(Collected data)
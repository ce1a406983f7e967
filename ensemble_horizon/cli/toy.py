"""The command ``toy``: systems with known limits, their exponents, and rehearsals with them."""

from __future__ import annotations

import click
from rich.markup import escape
from rich.table import Table

from ensemble_horizon.cli.session import common_options, console, progress
from ensemble_horizon.errors import SettingsError
from ensemble_horizon.night.rehearsal import Rehearsed, rehearse
from ensemble_horizon.night.toy_values import METHODS, MeasuredExponents, Row, measure_exponents
from ensemble_horizon.settings.rehearsal import read_rehearsal
from ensemble_horizon.toys import SYSTEMS, PublishedValue, System


@click.group("toy")
def command() -> None:
    """Toy systems whose limits are known: list them, measure them, rehearse with them."""


@command.command("list")
@common_options
def list_systems(quiet: bool) -> None:
    """Name the toy systems, their parameters and what is known of them."""
    if quiet:
        return
    table = Table(title="Toy systems", title_justify="left", show_lines=True)
    for heading in ("system", "variables", "time unit", "parameters", "known values"):
        table.add_column(heading, justify="right" if heading == "variables" else "left")
    for kind in SYSTEMS.values():
        system = kind()
        table.add_row(
            f"[bold]{kind.name}[/bold]\n{escape(kind.title)}",
            str(system.size),
            "none" if kind.time_units == "1" else kind.time_units,
            escape(_parameters(system)),
            escape("\n".join(_known(kind.published))),
        )
    console().print(table)


@command.command("run")
@click.argument("config", type=click.Path())
@common_options
def run(config: str, quiet: bool) -> None:
    """Run the twin experiment that CONFIG describes and write its archive.

    A truth run, analyses of it, and ensembles from many starts for every version of the model, as
    run and analysis files, with settings ready for the command estimate. What an earlier run with
    the same CONFIG finished is kept; the rest is added.
    """
    settings = read_rehearsal(config)
    with progress(quiet) as bars:
        found = rehearse(settings, bars)
    if not quiet:
        _summary(found)


@command.command("exponents")
@click.argument("name")
@click.option(
    "--parameters", multiple=True, metavar="NAME=VALUE",
    help="Set a parameter of the system; may be repeated.",
)  # fmt: skip
@click.option("--count", type=int, help="How many exponents; all of them where it is left out.")
@click.option("--length", type=float, help="Model time to average over, in the system's unit.")
@click.option(
    "--method", default="qr", show_default=True, metavar="|".join(METHODS),
    help="Tangents with repeated QR, or two runs side by side.",
)  # fmt: skip
@click.option("--seed", type=int, default=0, show_default=True)
@common_options
def exponents(
    name: str,
    parameters: tuple[str, ...],
    count: int | None,
    length: float | None,
    method: str,
    seed: int,
    quiet: bool,
) -> None:
    """Measure the Lyapunov exponents of the toy system NAME, published values beside."""
    given = dict(_parameter(text) for text in parameters)
    with progress(quiet) as bars:
        measured = measure_exponents(
            name, given, count=count, length=length, method=method, seed=seed,
            progress=lambda done, total: bars("exponents", done, total),
        )  # fmt: skip
    if not quiet:
        _print_exponents(measured)


def _parameter(text: str) -> tuple[str, float]:
    name, _, value = text.partition("=")
    try:
        return name.strip(), float(value)
    except ValueError as error:
        raise SettingsError(
            "--parameters",
            expected="NAME=VALUE with a number, such as rho=45.92",
            found=repr(text),
            remedy="correct it",
        ) from error


def _parameters(system: System) -> str:
    lines = []
    for name, item in system.parameters.items():
        units = "" if item.units == "1" else f" {item.units}"
        lines.append(f"{name} = {item.value:g}{units}: {item.meaning}")
    return "\n".join(lines)


def _known(published: tuple[PublishedValue, ...]) -> list[str]:
    """Return a line for each source and set of parameters."""
    lines: dict[tuple[str, str], list[str]] = {}
    for value in published:
        where = ", ".join(f"{name}={amount:g}" for name, amount in value.parameters)
        told = f"{value.quantity.replace('_', ' ')} {_amounts(value)}"
        lines.setdefault((where, value.source), []).append(told)
    return [
        "; ".join(told) + (f" at {where}" if where else "") + f": {source}"
        for (where, source), told in lines.items()
    ]


def _amounts(value: PublishedValue) -> str:
    amounts = value.value if isinstance(value.value, tuple) else (value.value,)
    return ", ".join(f"{amount:g}" for amount in amounts)


def _summary(found: Rehearsed) -> None:
    screen = console()
    experiment = found.experiment
    kept = f", {found.found} kept from before" if found.found else ""
    screen.print(
        f"{found.made} ensembles of {experiment.members} members x {experiment.leads} leads made"
        f"{kept}; "
        f"{experiment.analysis_count} analyses, truth and climatology, in {found.folder}",
        highlight=False, soft_wrap=True,
    )  # fmt: skip
    for name, path in found.settings.items():
        kept = ", kept as it was, not as CONFIG says now" if path in found.differing else ""
        screen.print(f"version {name}: ensemble-horizon estimate {path}{kept}", highlight=False,
                     soft_wrap=True)  # fmt: skip


def _print_exponents(measured: MeasuredExponents) -> None:
    found, system = measured.found, measured.system
    unit = "" if found.time_units == "1" else f" {found.time_units}"
    title = (
        f"{system.title}: {found.members} runs, {found.length:g}{unit} averaged over in all, "
        f"{found.confidence:.0%} intervals"
    )
    table = Table(title=escape(title), title_justify="left")
    for heading in ("quantity", "value", "low", "high", "units", "published", "source"):
        table.add_column(
            heading, justify="right" if heading in ("value", "low", "high") else "left"
        )
    for row in (*measured.exponents, *measured.derived):
        table.add_row(*(escape(text) for text in _cells(row)))
    screen = console()
    screen.print(table)
    for row in measured.derived:
        if row.refusal:
            screen.print(f"No {row.quantity}: {row.refusal}.", highlight=False)


def _cells(row: Row) -> list[str]:
    item = row.estimate
    measured = ["-", "-", "-", ""] if item is None else [
        *(f"{value:.4g}" for value in (item.value, item.low, item.high)), item.units
    ]  # fmt: skip
    values = "\n".join(_amounts(value) for value in row.published)
    return [row.quantity, *measured, values, "\n".join(value.source for value in row.published)]
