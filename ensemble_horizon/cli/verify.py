"""The command ``verify``."""

from __future__ import annotations

import click

from ensemble_horizon.cli.session import common_options, console, progress
from ensemble_horizon.night.verification.writing import verify_and_write
from ensemble_horizon.products.score_table import ratio_table, skill_table
from ensemble_horizon.settings import read_settings


@click.command("verify")
@click.argument("config", type=click.Path())
@click.option(
    "--calibration",
    type=click.Path(dir_okay=False),
    metavar="FILE",
    help="Write factors from spread to error, for [calibration] of estimate.",
)
@common_options
def command(config: str, calibration: str | None, quiet: bool) -> None:
    """Score the runs of all starts that CONFIG names against analyses and observations.

    Writes scores.csv, skill_limits.csv, scores.nc, score_maps.nc and figures/ to the folder that
    CONFIG names, and prints spread and error, and the leads at which skill ends.
    """
    settings = read_settings(config)
    with progress(quiet) as bars:
        found, paths = verify_and_write(settings, calibration, bars)
    if quiet:
        return
    screen = console()
    screen.print(ratio_table(found.results))
    screen.print(skill_table(found.results))
    folder = settings.path(settings.products.folder).resolve()
    screen.print(f"{len(paths)} products in {folder}", highlight=False, soft_wrap=True)
    if calibration is not None:
        screen.print(f"factors in {calibration}", highlight=False, soft_wrap=True)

-- EXERCISE GOAL --
All entries above must be reproduced without a single change.

-- SOLUTION FOR THIS TASK --
repository ce1a406983f7e967
filename ensemble_horizon/cli/toy.py
"""The command ``toy``: systems with known limits, their exponents, and rehearsals with them."""

from __future__ import annotations

import click
from rich.markup import escape
from rich.table import Table

from ensemble_horizon.cli.session import common_options, console, progress
from ensemble_horizon.errors import SettingsError
from ensemble_horizon.night.rehearsal import Rehearsed, rehearse
from ensemble_horizon.night.toy_values import METHODS, MeasuredExponents, Row, measure_exponents
from ensemble_horizon.settings.rehearsal import read_rehearsal
from ensemble_horizon.toys import SYSTEMS, PublishedValue, System


@click.group("toy")
def command() -> None:
    """Toy systems whose limits are known: list them, measure them, rehearse with them."""


@command.command("list")
@common_options
def list_systems(quiet: bool) -> None:
    """Name the toy systems, their parameters and what is known of them."""
    if quiet:
        return
    table = Table(title="Toy systems", title_justify="left", show_lines=True)
    for heading in ("system", "variables", "time unit", "parameters", "known values"):
        table.add_column(heading, justify="right" if heading == "variables" else "left")
    for kind in SYSTEMS.values():
        system = kind()
        table.add_row(
            f"[bold]{kind.name}[/bold]\n{escape(kind.title)}",
            str(system.size),
            "none" if kind.time_units == "1" else kind.time_units,
            escape(_parameters(system)),
            escape("\n".join(_known(kind.published))),
        )
    console().print(table)


@command.command("run")
@click.argument("config", type=click.Path())
@common_options
def run(config: str, quiet: bool) -> None:
    """Run the twin experiment that CONFIG describes and write its archive.

    A truth run, analyses of it, and ensembles from many starts for every version of the model, as
    run and analysis files, with settings ready for the command estimate. What an earlier run with
    the same CONFIG finished is kept; the rest is added.
    """
    settings = read_rehearsal(config)
    with progress(quiet) as bars:
        found = rehearse(settings, bars)
    if not quiet:
        _summary(found)


@command.command("exponents")
@click.argument("name")
@click.option(
    "--parameters", multiple=True, metavar="NAME=VALUE",
    help="Set a parameter of the system; may be repeated.",
)  # fmt: skip
@click.option("--count", type=int, help="How many exponents; all of them where it is left out.")
@click.option("--length", type=float, help="Model time to average over, in the system's unit.")
@click.option(
    "--method", default="qr", show_default=True, metavar="|".join(METHODS),
    help="Tangents with repeated QR, or two runs side by side.",
)  # fmt: skip
@click.option("--seed", type=int, default=0, show_default=True)
@common_options
def exponents(
    name: str,
    parameters: tuple[str, ...],
    count: int | None,
    length: float | None,
    method: str,
    seed: int,
    quiet: bool,
) -> None:
    """Measure the Lyapunov exponents of the toy system NAME, published values beside."""
    given = dict(_parameter(text) for text in parameters)
    with progress(quiet) as bars:
        measured = measure_exponents(
            name, given, count=count, length=length, method=method, seed=seed,
            progress=lambda done, total: bars("exponents", done, total),
        )  # fmt: skip
    if not quiet:
        _print_exponents(measured)


def _parameter(text: str) -> tuple[str, float]:
    name, _, value = text.partition("=")
    try:
        return name.strip(), float(value)
    except ValueError as error:
        raise SettingsError(
            "--parameters",
            expected="NAME=VALUE with a number, such as rho=45.92",
            found=repr(text),
            remedy="correct it",
        ) from error


def _parameters(system: System) -> str:
    lines = []
    for name, item in system.parameters.items():
        units = "" if item.units == "1" else f" {item.units}"
        lines.append(f"{name} = {item.value:g}{units}: {item.meaning}")
    return "\n".join(lines)


def _known(published: tuple[PublishedValue, ...]) -> list[str]:
    """Return a line for each source and set of parameters."""
    lines: dict[tuple[str, str], list[str]] = {}
    for value in published:
        where = ", ".join(f"{name}={amount:g}" for name, amount in value.parameters)
        told = f"{value.quantity.replace('_', ' ')} {_amounts(value)}"
        lines.setdefault((where, value.source), []).append(told)
    return [
        "; ".join(told) + (f" at {where}" if where else "") + f": {source}"
        for (where, source), told in lines.items()
    ]


def _amounts(value: PublishedValue) -> str:
    amounts = value.value if isinstance(value.value, tuple) else (value.value,)
    return ", ".join(f"{amount:g}" for amount in amounts)


def _summary(found: Rehearsed) -> None:
    screen = console()
    experiment = found.experiment
    kept = f", {found.found} kept from before" if found.found else ""
    screen.print(
        f"{found.made} ensembles of {experiment.members} members x {experiment.leads} leads made"
        f"{kept}; "
        f"{experiment.analysis_count} analyses, truth and climatology, in {found.folder}",
        highlight=False, soft_wrap=True,
    )  # fmt: skip
    for name, path in found.settings.items():
        kept = ", kept as it was, not as CONFIG says now" if path in found.differing else ""
        screen.print(f"version {name}: ensemble-horizon estimate {path}{kept}", highlight=False,
                     soft_wrap=True)  # fmt: skip


def _print_exponents(measured: MeasuredExponents) -> None:
    found, system = measured.found, measured.system
    unit = "" if found.time_units == "1" else f" {found.time_units}"
    title = (
        f"{system.title}: {found.members} runs, {found.length:g}{unit} averaged over in all, "
        f"{found.confidence:.0%} intervals"
    )
    table = Table(title=escape(title), title_justify="left")
    for heading in ("quantity", "value", "low", "high", "units", "published", "source"):
        table.add_column(
            heading, justify="right" if heading in ("value", "low", "high") else "left"
        )
    for row in (*measured.exponents, *measured.derived):
        table.add_row(*(escape(text) for text in _cells(row)))
    screen = console()
    screen.print(table)
    for row in measured.derived:
        if row.refusal:
            screen.print(f"No {row.quantity}: {row.refusal}.", highlight=False)


def _cells(row: Row) -> list[str]:
    item = row.estimate
    measured = ["-", "-", "-", ""] if item is None else [
        *(f"{value:.4g}" for value in (item.value, item.low, item.high)), item.units
    ]  # fmt: skip
    values = "\n".join(_amounts(value) for value in row.published)
    return [row.quantity, *measured, values, "\n".join(value.source for value in row.published)]
filename ensemble_horizon/cli/verify.py
"""The command ``verify``."""

from __future__ import annotations

import click

from ensemble_horizon.cli.session import common_options, console, progress
from ensemble_horizon.night.verification.writing import verify_and_write
from ensemble_horizon.products.score_table import ratio_table, skill_table
from ensemble_horizon.settings import read_settings


@click.command("verify")
@click.argument("config", type=click.Path())
@click.option(
    "--calibration",
    type=click.Path(dir_okay=False),
    metavar="FILE",
    help="Write factors from spread to error, for [calibration] of estimate.",
)
@common_options
def command(config: str, calibration: str | None, quiet: bool) -> None:
    """Score the runs of all starts that CONFIG names against analyses and observations.

    Writes scores.csv, skill_limits.csv, scores.nc, score_maps.nc and figures/ to the folder that
    CONFIG names, and prints spread and error, and the leads at which skill ends.
    """
    settings = read_settings(config)
    with progress(quiet) as bars:
        found, paths = verify_and_write(settings, calibration, bars)
    if quiet:
        return
    screen = console()
    screen.print(ratio_table(found.results))
    screen.print(skill_table(found.results))
    folder = settings.path(settings.products.folder).resolve()
    screen.print(f"{len(paths)} products in {folder}", highlight=False, soft_wrap=True)
    if calibration is not None:
        screen.print(f"factors in {calibration}", highlight=False, soft_wrap=True)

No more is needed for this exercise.